Start of Task data

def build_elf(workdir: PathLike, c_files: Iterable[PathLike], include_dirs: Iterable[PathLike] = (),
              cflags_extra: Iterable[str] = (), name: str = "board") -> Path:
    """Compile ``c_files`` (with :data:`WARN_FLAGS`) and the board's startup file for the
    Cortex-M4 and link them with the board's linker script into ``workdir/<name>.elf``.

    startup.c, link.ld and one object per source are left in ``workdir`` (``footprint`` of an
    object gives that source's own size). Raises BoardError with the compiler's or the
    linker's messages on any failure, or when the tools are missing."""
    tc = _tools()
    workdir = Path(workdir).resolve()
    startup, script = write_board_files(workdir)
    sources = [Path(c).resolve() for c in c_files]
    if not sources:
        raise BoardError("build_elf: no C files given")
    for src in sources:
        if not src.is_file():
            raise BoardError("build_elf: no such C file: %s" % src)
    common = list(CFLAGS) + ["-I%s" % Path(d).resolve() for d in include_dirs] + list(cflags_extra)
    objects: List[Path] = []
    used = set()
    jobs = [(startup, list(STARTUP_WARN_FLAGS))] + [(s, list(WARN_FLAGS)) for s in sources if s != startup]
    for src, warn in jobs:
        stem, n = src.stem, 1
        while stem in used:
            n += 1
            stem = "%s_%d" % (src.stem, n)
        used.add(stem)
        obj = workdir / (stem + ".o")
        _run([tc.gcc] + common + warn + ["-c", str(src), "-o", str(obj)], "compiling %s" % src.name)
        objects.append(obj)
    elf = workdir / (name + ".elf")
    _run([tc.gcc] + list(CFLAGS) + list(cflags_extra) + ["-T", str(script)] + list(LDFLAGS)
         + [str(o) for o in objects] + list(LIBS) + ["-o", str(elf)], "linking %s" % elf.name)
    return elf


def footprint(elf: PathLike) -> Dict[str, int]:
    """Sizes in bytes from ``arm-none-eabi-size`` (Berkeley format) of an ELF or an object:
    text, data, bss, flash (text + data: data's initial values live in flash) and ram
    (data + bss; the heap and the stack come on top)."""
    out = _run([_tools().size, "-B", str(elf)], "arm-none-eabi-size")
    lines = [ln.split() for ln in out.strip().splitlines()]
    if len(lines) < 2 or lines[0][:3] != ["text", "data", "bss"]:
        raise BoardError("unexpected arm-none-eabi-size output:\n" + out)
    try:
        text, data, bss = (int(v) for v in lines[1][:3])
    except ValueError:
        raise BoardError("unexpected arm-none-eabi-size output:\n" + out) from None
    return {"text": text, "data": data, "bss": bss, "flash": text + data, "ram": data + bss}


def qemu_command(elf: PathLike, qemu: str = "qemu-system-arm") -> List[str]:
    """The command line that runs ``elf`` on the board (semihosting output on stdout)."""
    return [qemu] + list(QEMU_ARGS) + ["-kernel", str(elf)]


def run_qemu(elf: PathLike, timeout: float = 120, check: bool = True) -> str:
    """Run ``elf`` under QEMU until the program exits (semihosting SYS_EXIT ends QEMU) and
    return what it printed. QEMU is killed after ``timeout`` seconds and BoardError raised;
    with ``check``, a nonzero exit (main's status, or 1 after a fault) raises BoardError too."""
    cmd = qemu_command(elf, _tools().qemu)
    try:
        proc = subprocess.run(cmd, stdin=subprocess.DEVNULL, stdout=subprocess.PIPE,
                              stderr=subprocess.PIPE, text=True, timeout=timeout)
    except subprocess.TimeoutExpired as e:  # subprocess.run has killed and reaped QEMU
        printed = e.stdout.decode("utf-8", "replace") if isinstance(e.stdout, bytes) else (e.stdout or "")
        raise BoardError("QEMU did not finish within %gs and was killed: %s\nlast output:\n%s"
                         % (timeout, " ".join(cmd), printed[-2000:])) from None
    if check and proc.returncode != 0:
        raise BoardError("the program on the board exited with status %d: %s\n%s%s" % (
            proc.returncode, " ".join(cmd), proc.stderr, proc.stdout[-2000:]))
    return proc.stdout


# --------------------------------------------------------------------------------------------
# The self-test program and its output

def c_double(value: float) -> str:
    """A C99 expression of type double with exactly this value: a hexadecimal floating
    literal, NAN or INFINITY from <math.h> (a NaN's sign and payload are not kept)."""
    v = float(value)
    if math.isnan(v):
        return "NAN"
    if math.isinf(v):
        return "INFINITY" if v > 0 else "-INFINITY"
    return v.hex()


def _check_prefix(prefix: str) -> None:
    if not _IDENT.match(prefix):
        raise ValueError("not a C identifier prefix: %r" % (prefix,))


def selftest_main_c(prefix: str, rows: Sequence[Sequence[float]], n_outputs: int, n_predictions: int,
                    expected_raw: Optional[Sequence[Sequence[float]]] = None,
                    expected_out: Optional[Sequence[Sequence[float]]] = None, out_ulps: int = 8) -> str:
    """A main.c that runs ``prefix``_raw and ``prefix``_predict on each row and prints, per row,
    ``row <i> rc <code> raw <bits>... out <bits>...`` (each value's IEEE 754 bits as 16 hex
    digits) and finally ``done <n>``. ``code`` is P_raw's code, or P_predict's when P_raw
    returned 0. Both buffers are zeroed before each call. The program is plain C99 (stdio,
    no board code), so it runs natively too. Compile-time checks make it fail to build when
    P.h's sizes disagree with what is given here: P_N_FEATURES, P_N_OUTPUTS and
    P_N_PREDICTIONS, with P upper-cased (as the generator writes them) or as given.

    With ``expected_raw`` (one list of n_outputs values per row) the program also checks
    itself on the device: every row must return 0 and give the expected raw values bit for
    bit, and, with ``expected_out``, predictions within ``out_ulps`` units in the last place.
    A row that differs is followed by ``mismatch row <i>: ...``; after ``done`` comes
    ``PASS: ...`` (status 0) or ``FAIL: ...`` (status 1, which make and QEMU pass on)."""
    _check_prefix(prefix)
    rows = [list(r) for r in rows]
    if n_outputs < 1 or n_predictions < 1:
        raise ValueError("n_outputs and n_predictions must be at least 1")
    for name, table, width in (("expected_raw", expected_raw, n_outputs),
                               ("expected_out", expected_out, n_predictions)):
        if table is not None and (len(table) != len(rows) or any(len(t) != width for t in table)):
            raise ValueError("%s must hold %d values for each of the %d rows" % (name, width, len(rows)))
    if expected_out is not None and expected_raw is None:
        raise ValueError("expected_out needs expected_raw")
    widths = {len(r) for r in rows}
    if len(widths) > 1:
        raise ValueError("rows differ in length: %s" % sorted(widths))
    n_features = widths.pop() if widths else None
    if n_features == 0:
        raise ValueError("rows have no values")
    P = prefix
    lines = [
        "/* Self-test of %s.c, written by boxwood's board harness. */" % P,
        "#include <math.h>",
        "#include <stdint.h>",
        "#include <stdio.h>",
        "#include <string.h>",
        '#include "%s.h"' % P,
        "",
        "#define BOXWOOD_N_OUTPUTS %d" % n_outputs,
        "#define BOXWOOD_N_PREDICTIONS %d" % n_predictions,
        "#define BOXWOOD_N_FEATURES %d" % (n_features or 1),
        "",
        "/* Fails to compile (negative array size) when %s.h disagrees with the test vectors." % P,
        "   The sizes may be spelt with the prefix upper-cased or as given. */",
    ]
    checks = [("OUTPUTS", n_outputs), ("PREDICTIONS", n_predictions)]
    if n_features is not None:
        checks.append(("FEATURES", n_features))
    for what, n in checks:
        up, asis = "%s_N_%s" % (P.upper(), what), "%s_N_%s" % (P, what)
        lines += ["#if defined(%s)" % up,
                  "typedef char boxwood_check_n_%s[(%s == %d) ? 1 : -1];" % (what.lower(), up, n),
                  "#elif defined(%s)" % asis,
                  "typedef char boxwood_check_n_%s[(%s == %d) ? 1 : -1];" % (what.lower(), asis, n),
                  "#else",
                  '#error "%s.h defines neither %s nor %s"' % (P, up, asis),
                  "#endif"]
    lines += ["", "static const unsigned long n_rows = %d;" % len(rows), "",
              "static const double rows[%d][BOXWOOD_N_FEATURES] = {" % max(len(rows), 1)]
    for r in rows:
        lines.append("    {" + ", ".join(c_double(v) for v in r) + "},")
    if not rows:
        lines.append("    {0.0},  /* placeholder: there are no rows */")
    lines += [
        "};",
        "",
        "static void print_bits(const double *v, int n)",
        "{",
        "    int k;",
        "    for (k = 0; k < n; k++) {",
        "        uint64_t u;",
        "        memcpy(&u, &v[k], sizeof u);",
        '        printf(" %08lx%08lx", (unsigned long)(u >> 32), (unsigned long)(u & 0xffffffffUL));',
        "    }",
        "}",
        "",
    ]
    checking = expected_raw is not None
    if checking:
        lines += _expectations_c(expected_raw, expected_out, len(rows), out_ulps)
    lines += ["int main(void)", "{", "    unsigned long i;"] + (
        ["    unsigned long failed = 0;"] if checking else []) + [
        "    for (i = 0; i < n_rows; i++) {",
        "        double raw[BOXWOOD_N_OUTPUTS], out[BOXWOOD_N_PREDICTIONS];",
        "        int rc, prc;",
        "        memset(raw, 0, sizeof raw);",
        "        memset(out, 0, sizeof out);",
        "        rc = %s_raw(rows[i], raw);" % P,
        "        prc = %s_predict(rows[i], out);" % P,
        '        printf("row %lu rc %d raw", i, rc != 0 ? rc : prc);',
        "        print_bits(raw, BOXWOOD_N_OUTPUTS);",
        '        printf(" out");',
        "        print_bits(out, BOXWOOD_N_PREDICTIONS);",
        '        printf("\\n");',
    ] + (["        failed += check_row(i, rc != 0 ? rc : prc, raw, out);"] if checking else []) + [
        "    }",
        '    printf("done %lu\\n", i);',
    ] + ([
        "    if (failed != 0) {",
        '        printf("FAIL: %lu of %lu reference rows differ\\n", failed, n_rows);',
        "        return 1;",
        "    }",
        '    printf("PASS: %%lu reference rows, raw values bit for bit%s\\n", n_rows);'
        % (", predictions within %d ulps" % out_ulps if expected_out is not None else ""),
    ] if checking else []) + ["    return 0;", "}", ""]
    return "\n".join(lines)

End of Task data
Start of Task data

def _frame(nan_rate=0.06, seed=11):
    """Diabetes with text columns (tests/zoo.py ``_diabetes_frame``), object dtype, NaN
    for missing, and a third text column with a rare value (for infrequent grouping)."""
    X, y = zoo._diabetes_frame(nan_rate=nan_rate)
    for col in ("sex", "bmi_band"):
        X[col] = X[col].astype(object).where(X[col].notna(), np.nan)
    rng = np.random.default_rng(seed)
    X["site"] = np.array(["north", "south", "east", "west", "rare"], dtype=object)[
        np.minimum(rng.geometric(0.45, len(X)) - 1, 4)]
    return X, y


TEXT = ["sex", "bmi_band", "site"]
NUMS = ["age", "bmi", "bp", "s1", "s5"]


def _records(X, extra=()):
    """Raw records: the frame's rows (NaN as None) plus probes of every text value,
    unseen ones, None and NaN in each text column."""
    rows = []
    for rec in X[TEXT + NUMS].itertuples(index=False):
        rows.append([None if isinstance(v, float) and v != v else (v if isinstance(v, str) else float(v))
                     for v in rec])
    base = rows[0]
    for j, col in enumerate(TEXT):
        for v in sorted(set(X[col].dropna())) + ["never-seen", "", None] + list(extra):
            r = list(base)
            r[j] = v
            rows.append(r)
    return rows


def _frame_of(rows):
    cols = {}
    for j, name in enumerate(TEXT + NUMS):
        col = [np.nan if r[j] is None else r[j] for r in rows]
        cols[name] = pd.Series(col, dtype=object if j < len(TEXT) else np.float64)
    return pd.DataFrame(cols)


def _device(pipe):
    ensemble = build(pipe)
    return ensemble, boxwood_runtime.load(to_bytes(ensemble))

End of Task data

What is expected: Output exactly the lines of the material above from the one containing "(data + bss;" up to and including the one containing "def qemu_command(elf: PathLike, qemu: str".

Solution to this problem:
    (data + bss; the heap and the stack come on top)."""
    out = _run([_tools().size, "-B", str(elf)], "arm-none-eabi-size")
    lines = [ln.split() for ln in out.strip().splitlines()]
    if len(lines) < 2 or lines[0][:3] != ["text", "data", "bss"]:
        raise BoardError("unexpected arm-none-eabi-size output:\n" + out)
    try:
        text, data, bss = (int(v) for v in lines[1][:3])
    except ValueError:
        raise BoardError("unexpected arm-none-eabi-size output:\n" + out) from None
    return {"text": text, "data": data, "bss": bss, "flash": text + data, "ram": data + bss}


def qemu_command(elf: PathLike, qemu: str = "qemu-system-arm") -> List[str]:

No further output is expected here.